The above examples show that when systems work in huge numbers they have their dynamics. Two important features are that they share a common purpose such as alluring preys and keeping predators away. Survival is a grand purpose that unites individuals.

Having millions of insects, cells or whatever working together isn’t a simple task. We tend to use strict and pages-filled instructions for individuals to follow and abide by. Who is willing to abide by so many rules? In nature we find the answer. It is make simple rules that are easy to accept and follow. In large human organizations that tend to have many strict rules they fail. Rules for annual leaves, rules for work conduct, rules for work hours and the list goes on. Employees find little β€œdisposable times” to attend to the needs of the customers and soliciting ideas from them. The company becomes slave to its rules and fails.
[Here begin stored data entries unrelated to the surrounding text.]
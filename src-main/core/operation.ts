// What the full-throttle operating point of one build on one supply yields, whichever way the
// motor is loaded, and the pieces the ground and propeller points share.

import type { BuildInputs } from './build-inputs';
import { lacking, missingOf, type Known } from './known';
import { motorParams, type MotorParams } from './motor';
import type { SupplyModel } from './supply';

export interface Operation {
  /** Per motor. */
  peakMotorA: Known;
  /** Per motor: the larger of the run's RMS current and the steady current. */
  continuousMotorA: Known;
  /** Per motor, at the loaded top speed (cars and trucks) or the static point (propellers). */
  steadyMotorA: Known;
  /** Per motor, over the full-throttle run (cars and trucks). */
  runRmsMotorA: Known;
  runAverageMotorA: Known;
  loadedTopSpeedKmh: Known;
  /** Motor rpm at the loaded top speed on nominal voltage, beside the speed quoted to a driver. */
  loadedRpm: Known;
  /** Motor rpm at the full-charge operating point, where the currents are judged (and charted). */
  loadedRpmFull: Known;
  /** All motors together. */
  thrustN: Known;
  /** Tip speed at the highest rpm the propeller can reach (unloaded, full charge): the one judged. */
  tipSpeedMps: Known;
  /** Tip speed at the static full-throttle point. */
  tipSpeedStaticMps: Known;
  propRpmStatic: Known;
  propRpmUnloaded: Known;
}

/** Names a figure the vehicle's kind does not have (thrust of a car, top speed of a plane). */
export const NOT_APPLICABLE = 'figure.notApplicable';

/** Everything a result lacks, so a technician can fill in all of it at once. */
export function lackingAll(base: readonly Known<unknown>[], extra: readonly Known<unknown>[]): Known {
  return lacking(...missingOf(...base, ...extra));
}

export const anyMissing = (ks: readonly Known<unknown>[]): boolean => ks.some((k) => k.value === null);

/** One value for every result the kind has; `na` for those it does not. */
export function allOf(k: Known, na: Known, ground: boolean): Operation {
  return {
    peakMotorA: k,
    continuousMotorA: k,
    steadyMotorA: k,
    runRmsMotorA: ground ? k : na,
    runAverageMotorA: ground ? k : na,
    loadedTopSpeedKmh: ground ? k : na,
    loadedRpm: k,
    loadedRpmFull: k,
    thrustN: ground ? na : k,
    tipSpeedMps: ground ? na : k,
    tipSpeedStaticMps: ground ? na : k,
    propRpmStatic: ground ? na : k,
    propRpmUnloaded: ground ? na : k,
  };
}

/** What every operating point needs besides the load: the kind, the supply and the motor. */
export function baseNeeds(inp: BuildInputs, supply: Known<SupplyModel>): Known<unknown>[] {
  return [inp.kind, supply, inp.kv, inp.motorResistanceOhm, inp.noLoadCurrentA, inp.motorCount];
}

/**
 * One motor as its supply drives it: the winding, its controller and the pack drop of all
 * motors together sit in series with the motor's back-EMF, so they add to its resistance in
 * the first-order model. Null where an input is missing.
 */
export function motorInLoop(inp: BuildInputs, supply: SupplyModel): MotorParams | null {
  const { kv, motorResistanceOhm: rm, noLoadCurrentA: i0, motorCount } = inp;
  if (kv.value === null || rm.value === null || i0.value === null || motorCount.value === null) return null;
  const loopR = rm.value + inp.controllerResistanceOhm + motorCount.value * supply.modelResistanceOhm;
  return motorParams(kv.value, loopR, i0.value);
}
Moving crowds or thousands of employees needs few rules that make interactions between them more important than any agent’s identity. Look at termites or ants and how they can build miraculous colonies. They adopt simple rules and make the communication easy, fast and trustworthy so that they may synchronize their movements. This way the collective power becomes far greater than the sum of the power of individuals summed up.

Making the interactions more important than the individual is a key requirement to building healthy organizations and bodies. An ant or termite may not be aware of its surroundings, but collectively they do. The human neuron may identify a tennis ball, but the collective actions of the neurons let your awareness grow in that you are watching a tennis game. It is the awakening in working collectively.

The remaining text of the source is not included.